DATA UNDER STUDY -
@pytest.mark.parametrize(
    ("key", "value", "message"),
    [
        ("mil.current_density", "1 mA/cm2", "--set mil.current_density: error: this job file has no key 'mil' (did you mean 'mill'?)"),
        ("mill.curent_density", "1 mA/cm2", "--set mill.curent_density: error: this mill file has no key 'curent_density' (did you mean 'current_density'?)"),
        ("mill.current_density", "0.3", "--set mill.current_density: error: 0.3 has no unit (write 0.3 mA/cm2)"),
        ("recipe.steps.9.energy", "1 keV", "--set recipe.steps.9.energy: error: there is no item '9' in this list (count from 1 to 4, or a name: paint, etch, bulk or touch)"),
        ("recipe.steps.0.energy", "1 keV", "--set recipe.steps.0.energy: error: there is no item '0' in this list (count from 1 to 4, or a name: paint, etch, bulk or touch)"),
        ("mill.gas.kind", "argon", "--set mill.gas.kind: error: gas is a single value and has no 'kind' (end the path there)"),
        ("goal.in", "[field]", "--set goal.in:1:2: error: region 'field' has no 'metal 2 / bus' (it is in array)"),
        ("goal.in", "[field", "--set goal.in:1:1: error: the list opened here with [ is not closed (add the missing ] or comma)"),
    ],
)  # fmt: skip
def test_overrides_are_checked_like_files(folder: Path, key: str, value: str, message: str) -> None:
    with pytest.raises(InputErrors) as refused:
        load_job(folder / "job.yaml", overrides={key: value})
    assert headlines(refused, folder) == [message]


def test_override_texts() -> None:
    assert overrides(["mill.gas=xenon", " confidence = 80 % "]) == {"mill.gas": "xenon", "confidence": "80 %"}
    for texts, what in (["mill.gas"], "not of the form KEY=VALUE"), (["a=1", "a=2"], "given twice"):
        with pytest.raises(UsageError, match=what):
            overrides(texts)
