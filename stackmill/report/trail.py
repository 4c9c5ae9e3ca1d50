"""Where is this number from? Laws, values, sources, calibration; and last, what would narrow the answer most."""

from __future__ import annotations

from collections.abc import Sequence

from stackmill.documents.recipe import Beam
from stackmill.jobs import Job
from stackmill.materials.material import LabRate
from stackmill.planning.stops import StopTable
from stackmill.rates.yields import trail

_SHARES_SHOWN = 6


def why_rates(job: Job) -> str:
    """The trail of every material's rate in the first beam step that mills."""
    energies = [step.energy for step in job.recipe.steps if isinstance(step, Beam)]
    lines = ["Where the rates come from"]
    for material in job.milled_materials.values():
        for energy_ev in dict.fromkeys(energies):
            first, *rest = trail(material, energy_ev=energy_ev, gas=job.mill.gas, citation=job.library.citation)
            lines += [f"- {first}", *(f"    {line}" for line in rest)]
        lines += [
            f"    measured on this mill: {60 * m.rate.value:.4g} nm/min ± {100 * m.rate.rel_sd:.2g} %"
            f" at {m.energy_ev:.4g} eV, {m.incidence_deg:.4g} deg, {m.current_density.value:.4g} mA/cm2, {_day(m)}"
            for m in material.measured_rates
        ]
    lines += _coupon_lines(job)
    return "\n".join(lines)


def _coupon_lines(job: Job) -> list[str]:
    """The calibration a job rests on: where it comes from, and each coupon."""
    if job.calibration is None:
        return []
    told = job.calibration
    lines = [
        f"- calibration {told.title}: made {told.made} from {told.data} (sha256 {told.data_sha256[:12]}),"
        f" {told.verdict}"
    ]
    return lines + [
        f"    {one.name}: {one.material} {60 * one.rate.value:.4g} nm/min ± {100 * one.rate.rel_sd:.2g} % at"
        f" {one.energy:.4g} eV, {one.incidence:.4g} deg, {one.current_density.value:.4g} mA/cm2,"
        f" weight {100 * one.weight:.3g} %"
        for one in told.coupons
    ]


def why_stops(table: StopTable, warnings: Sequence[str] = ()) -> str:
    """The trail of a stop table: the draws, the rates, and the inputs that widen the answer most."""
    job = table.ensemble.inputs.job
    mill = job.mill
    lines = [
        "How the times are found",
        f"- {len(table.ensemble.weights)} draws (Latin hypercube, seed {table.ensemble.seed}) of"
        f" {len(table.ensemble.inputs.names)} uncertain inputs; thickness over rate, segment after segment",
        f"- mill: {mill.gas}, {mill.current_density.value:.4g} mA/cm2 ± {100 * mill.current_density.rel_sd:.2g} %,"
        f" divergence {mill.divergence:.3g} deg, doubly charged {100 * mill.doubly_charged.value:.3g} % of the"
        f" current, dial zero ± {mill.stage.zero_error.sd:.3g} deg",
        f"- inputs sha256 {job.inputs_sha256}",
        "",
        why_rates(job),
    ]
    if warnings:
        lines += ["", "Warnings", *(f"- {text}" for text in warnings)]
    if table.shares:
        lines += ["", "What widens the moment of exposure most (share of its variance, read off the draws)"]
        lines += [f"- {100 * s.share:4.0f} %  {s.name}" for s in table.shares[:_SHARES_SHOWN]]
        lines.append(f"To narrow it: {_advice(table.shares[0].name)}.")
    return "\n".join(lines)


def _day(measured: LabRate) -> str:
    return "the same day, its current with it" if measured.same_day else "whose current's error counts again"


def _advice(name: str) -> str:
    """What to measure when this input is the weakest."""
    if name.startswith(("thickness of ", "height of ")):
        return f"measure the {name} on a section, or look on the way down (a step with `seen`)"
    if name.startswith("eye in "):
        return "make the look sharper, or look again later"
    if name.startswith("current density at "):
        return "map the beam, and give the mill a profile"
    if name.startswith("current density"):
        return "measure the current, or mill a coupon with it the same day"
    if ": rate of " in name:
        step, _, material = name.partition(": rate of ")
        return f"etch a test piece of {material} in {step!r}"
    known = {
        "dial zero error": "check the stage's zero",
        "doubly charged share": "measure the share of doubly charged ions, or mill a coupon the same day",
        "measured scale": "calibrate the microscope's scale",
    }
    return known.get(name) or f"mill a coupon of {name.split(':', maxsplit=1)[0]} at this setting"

...

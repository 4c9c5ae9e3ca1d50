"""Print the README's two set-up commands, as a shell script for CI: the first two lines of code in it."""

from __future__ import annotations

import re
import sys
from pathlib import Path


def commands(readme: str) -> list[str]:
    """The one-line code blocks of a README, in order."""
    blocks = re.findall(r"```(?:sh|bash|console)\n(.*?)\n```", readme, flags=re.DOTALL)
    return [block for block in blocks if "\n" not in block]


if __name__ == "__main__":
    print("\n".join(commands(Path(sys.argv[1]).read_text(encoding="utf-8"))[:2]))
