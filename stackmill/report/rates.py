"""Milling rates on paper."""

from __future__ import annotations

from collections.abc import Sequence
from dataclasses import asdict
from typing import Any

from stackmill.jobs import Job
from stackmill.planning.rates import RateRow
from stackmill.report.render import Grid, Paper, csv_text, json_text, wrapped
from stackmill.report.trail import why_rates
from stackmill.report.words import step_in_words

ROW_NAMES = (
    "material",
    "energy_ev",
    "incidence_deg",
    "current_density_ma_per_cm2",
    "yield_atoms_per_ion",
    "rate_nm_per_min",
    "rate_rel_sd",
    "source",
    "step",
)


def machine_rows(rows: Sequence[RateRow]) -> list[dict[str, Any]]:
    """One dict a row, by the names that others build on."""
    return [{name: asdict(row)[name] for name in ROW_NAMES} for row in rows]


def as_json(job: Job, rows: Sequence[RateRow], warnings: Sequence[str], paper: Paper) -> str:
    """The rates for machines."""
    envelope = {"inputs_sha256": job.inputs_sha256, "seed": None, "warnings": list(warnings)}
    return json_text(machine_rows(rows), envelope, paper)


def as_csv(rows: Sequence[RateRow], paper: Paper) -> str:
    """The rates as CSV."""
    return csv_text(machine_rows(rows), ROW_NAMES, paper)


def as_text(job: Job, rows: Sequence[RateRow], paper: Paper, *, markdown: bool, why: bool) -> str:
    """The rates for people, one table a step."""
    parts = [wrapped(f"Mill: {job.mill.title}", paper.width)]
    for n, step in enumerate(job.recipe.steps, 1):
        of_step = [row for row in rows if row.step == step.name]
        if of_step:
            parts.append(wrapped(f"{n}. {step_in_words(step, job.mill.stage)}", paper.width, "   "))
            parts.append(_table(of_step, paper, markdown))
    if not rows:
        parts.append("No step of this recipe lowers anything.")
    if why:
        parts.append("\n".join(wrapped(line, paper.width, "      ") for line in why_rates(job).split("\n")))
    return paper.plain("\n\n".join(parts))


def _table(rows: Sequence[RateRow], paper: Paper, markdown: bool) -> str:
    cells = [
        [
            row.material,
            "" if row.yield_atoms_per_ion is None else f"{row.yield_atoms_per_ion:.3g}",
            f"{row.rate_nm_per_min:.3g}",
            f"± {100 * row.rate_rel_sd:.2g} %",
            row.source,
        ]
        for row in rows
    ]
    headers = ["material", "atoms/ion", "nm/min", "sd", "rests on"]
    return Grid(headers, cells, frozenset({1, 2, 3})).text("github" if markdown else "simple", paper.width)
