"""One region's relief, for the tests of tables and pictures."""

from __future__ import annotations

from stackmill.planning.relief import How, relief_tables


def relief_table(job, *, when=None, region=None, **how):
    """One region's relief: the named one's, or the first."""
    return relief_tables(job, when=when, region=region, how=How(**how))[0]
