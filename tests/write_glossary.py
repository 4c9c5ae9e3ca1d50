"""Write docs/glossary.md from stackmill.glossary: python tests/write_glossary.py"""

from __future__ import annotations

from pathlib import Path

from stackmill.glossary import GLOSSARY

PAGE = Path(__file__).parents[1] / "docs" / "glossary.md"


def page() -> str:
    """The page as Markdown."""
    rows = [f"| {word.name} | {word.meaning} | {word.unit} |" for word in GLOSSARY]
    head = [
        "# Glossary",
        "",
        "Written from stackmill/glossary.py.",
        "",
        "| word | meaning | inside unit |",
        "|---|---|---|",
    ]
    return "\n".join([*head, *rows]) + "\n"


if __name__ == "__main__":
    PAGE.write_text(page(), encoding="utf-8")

--

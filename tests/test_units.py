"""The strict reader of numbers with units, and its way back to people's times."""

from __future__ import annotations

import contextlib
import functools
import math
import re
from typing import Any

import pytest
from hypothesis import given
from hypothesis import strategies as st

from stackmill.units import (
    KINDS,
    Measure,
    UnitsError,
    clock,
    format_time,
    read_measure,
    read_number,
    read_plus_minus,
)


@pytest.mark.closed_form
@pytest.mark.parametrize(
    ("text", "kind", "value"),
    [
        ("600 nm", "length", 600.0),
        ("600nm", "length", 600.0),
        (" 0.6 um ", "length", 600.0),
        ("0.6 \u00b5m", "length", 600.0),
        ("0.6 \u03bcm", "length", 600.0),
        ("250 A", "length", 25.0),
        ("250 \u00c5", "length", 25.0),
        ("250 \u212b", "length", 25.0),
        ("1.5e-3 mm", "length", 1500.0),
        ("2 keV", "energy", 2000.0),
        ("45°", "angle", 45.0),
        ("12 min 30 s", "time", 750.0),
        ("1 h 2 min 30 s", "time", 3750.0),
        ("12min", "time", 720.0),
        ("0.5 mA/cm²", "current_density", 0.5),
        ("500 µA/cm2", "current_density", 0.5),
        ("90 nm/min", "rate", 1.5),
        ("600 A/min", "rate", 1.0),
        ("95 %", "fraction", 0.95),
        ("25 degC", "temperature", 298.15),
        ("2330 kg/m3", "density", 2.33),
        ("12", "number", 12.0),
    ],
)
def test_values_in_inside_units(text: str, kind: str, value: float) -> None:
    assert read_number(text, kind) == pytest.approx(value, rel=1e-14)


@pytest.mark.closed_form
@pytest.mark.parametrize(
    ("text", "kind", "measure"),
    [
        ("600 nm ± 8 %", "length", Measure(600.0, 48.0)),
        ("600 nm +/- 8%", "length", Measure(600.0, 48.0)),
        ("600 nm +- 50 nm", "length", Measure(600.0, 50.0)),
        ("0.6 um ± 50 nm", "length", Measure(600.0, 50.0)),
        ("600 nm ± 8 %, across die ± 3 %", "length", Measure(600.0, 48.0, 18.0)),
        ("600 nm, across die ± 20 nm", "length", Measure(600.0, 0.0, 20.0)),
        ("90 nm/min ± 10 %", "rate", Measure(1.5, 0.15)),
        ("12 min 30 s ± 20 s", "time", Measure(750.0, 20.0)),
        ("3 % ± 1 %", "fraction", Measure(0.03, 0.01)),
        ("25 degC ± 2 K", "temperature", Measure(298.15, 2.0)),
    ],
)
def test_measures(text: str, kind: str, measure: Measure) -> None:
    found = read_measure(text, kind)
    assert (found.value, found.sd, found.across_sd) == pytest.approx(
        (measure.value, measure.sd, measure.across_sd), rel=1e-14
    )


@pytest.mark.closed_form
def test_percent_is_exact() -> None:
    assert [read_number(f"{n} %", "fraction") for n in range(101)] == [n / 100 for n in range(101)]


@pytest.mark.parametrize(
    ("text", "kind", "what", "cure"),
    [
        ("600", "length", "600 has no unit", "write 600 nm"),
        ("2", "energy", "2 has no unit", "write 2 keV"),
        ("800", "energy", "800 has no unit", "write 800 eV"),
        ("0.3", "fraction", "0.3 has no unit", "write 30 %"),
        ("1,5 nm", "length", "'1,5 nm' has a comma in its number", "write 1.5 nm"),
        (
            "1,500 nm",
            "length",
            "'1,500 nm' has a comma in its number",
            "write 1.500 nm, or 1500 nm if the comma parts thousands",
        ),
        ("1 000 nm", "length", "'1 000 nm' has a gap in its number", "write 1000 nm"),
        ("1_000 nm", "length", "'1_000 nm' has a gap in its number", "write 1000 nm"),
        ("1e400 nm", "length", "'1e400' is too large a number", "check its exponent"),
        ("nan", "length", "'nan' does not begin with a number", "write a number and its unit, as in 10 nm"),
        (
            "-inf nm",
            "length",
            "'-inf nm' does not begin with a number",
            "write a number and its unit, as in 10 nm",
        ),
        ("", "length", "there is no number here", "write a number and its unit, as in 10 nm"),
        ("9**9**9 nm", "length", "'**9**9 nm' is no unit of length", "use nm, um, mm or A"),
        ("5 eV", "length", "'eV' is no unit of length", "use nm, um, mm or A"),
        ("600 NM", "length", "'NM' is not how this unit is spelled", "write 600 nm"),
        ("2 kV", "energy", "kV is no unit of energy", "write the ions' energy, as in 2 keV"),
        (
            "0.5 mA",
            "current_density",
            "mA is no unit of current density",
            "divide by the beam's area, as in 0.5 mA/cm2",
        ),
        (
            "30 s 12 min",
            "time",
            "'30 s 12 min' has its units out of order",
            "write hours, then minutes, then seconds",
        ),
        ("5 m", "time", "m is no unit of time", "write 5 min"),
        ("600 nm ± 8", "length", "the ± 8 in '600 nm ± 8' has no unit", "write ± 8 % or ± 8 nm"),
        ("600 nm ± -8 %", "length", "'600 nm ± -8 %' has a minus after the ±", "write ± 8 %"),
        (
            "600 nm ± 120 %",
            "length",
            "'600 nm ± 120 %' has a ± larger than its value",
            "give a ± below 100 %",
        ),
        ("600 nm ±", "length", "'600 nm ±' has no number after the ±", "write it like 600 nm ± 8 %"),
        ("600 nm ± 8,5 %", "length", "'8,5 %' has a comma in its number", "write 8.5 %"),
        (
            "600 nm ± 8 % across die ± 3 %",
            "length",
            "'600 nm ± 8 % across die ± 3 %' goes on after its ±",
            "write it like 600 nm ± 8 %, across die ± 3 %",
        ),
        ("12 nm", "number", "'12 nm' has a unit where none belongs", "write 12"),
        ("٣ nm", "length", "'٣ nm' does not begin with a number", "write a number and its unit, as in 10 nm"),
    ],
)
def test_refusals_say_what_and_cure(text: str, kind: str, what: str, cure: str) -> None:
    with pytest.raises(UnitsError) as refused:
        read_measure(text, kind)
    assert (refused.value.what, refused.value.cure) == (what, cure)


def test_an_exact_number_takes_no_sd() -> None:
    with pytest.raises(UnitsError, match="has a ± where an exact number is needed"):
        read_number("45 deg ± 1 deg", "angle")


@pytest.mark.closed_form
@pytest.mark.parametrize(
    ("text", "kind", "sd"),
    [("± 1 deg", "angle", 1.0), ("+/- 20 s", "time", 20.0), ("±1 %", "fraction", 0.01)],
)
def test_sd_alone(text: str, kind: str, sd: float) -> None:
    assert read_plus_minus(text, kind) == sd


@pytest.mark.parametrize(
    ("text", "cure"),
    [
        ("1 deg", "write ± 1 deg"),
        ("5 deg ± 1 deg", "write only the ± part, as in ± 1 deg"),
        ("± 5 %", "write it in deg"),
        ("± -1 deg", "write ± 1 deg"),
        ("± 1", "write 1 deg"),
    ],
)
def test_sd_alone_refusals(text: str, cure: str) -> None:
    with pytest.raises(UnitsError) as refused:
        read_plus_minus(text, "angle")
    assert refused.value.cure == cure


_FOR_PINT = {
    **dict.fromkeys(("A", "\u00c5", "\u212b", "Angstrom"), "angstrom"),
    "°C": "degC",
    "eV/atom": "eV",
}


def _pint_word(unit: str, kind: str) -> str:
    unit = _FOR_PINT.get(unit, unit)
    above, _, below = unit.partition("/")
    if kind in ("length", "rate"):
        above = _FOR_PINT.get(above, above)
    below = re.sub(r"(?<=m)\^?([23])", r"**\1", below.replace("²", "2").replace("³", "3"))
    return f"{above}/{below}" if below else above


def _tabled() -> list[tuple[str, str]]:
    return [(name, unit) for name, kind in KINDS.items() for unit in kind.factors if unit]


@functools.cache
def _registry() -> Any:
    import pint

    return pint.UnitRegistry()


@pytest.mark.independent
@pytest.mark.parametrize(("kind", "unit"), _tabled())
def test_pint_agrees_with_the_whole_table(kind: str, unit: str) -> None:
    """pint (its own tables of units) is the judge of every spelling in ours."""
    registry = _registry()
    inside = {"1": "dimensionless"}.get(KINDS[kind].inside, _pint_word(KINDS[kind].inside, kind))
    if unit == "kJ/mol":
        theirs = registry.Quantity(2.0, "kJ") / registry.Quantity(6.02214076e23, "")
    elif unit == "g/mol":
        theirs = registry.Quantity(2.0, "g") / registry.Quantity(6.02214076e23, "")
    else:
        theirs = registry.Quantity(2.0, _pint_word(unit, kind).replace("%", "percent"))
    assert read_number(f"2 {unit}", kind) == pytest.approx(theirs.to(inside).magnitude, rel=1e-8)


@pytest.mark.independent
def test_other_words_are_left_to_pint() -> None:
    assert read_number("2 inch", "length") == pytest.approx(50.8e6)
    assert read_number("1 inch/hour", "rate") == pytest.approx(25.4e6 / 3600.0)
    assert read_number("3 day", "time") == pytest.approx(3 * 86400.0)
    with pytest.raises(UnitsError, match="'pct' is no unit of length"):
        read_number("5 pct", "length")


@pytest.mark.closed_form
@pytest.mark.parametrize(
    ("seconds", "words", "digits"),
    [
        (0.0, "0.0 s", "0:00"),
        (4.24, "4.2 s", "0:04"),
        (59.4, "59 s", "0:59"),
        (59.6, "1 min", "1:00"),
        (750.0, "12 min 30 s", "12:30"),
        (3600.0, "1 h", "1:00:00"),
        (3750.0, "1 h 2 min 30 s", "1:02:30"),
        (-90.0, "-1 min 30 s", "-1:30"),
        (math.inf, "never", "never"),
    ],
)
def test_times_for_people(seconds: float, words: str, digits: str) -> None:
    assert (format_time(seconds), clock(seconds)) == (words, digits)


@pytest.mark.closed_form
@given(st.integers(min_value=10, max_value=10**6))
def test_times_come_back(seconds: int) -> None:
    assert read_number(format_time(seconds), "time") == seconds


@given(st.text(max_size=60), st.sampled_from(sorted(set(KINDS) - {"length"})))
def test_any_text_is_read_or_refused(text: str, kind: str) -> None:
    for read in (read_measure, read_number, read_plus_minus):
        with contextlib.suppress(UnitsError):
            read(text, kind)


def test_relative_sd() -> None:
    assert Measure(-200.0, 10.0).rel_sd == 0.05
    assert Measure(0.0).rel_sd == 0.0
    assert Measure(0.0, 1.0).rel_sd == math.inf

EXERCISE BRIEF - Return only the part of the records above that opens with the line containing "from stackmill.planning.stops import" and closes with the line containing "for energy_ev in", ends included.

SOLUTION FOR THIS TASK -
from stackmill.planning.stops import StopTable
from stackmill.rates.yields import trail

_SHARES_SHOWN = 6


def why_rates(job: Job) -> str:
    """The trail of every material's rate in the first beam step that mills."""
    energies = [step.energy for step in job.recipe.steps if isinstance(step, Beam)]
    lines = ["Where the rates come from"]
    for material in job.milled_materials.values():
        for energy_ev in dict.fromkeys(energies):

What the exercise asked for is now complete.